Scan each line of the records for the word "true" and extract the ones that have it.

GIVEN INFORMATION:
○ ○ ○ ○ ○ ○ ○
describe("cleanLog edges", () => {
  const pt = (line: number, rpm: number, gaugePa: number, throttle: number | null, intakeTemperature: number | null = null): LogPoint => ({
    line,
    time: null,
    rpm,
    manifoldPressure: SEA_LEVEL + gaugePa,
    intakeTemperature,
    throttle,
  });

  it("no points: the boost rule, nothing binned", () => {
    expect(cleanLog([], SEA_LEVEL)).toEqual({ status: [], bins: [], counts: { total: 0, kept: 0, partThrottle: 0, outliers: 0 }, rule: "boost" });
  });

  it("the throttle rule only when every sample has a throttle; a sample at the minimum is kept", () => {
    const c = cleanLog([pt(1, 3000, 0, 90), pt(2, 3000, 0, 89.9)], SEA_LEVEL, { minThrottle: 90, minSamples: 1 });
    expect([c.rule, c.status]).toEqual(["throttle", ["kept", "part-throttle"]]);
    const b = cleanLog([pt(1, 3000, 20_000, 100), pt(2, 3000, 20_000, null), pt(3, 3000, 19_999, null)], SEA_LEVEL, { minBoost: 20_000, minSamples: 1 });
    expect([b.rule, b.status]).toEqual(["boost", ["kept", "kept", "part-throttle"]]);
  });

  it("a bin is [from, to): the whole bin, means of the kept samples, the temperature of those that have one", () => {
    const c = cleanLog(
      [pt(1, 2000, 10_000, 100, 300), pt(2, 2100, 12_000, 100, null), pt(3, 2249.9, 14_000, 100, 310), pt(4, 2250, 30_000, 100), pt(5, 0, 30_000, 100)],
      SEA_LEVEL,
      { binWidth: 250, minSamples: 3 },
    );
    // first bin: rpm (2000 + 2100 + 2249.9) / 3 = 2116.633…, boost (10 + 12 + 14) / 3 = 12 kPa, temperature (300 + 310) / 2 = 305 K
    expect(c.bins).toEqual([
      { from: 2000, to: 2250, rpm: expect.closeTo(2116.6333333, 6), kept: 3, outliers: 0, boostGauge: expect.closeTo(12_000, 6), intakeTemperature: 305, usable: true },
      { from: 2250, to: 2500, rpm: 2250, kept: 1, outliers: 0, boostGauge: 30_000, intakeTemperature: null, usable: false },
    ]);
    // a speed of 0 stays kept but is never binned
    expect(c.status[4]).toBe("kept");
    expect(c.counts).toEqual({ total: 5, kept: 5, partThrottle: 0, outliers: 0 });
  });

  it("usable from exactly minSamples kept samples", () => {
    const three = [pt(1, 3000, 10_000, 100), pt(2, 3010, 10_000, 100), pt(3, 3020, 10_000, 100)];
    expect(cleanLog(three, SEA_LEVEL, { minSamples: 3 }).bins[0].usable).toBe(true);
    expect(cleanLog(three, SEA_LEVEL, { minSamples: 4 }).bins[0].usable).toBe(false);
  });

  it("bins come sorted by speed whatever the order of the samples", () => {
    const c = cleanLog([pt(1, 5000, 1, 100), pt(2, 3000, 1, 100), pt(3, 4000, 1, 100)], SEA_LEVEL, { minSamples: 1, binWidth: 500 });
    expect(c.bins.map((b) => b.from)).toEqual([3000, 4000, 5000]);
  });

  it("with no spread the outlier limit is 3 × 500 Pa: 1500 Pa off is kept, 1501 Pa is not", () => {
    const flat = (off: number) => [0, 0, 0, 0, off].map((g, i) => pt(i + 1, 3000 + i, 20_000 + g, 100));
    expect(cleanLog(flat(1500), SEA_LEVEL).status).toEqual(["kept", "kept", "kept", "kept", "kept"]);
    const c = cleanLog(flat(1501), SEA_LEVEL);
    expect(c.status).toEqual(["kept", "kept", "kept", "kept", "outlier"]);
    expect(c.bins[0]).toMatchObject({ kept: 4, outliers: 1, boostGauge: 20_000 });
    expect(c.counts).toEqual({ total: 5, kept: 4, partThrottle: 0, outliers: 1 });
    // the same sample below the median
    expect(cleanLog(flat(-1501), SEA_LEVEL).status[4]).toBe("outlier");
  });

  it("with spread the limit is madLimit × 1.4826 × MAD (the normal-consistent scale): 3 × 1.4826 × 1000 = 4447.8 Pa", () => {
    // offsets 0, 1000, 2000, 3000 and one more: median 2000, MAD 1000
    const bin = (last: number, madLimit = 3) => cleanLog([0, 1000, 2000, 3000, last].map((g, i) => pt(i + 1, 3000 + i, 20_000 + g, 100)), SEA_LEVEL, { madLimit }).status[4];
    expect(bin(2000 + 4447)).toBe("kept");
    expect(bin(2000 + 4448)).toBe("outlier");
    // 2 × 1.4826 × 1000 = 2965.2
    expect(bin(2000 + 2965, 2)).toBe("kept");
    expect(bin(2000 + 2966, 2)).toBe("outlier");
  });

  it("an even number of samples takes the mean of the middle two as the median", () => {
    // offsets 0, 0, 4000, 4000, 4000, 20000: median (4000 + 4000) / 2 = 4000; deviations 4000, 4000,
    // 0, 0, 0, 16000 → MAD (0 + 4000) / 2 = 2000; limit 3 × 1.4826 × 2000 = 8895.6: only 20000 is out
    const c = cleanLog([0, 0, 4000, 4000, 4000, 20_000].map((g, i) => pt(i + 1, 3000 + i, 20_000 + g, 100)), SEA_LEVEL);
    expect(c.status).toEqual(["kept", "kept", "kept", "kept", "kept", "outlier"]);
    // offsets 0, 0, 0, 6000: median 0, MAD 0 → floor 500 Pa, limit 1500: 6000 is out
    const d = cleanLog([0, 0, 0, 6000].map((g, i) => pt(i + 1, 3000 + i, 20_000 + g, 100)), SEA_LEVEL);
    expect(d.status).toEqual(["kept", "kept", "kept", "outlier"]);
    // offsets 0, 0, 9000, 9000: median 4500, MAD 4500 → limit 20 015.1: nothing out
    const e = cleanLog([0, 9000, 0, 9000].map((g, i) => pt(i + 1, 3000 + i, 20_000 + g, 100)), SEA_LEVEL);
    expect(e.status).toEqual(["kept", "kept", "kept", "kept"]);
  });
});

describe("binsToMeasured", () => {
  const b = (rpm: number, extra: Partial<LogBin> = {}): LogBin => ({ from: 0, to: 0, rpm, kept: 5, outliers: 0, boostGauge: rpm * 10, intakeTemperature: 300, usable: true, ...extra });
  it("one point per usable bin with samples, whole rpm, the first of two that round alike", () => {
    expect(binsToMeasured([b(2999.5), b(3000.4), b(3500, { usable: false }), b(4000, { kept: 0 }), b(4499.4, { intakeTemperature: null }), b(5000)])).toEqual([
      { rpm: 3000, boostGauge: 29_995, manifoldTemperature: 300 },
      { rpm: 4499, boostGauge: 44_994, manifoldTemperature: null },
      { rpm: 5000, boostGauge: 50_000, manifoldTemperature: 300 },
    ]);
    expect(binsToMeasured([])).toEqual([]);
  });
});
○ ○ ○ ○ ○ ○ ○
RESULT OF THE TASK:
      { from: 2000, to: 2250, rpm: expect.closeTo(2116.6333333, 6), kept: 3, outliers: 0, boostGauge: expect.closeTo(12_000, 6), intakeTemperature: 305, usable: true },
    expect(cleanLog(three, SEA_LEVEL, { minSamples: 3 }).bins[0].usable).toBe(true);
  const b = (rpm: number, extra: Partial<LogBin> = {}): LogBin => ({ from: 0, to: 0, rpm, kept: 5, outliers: 0, boostGauge: rpm * 10, intakeTemperature: 300, usable: true, ...extra });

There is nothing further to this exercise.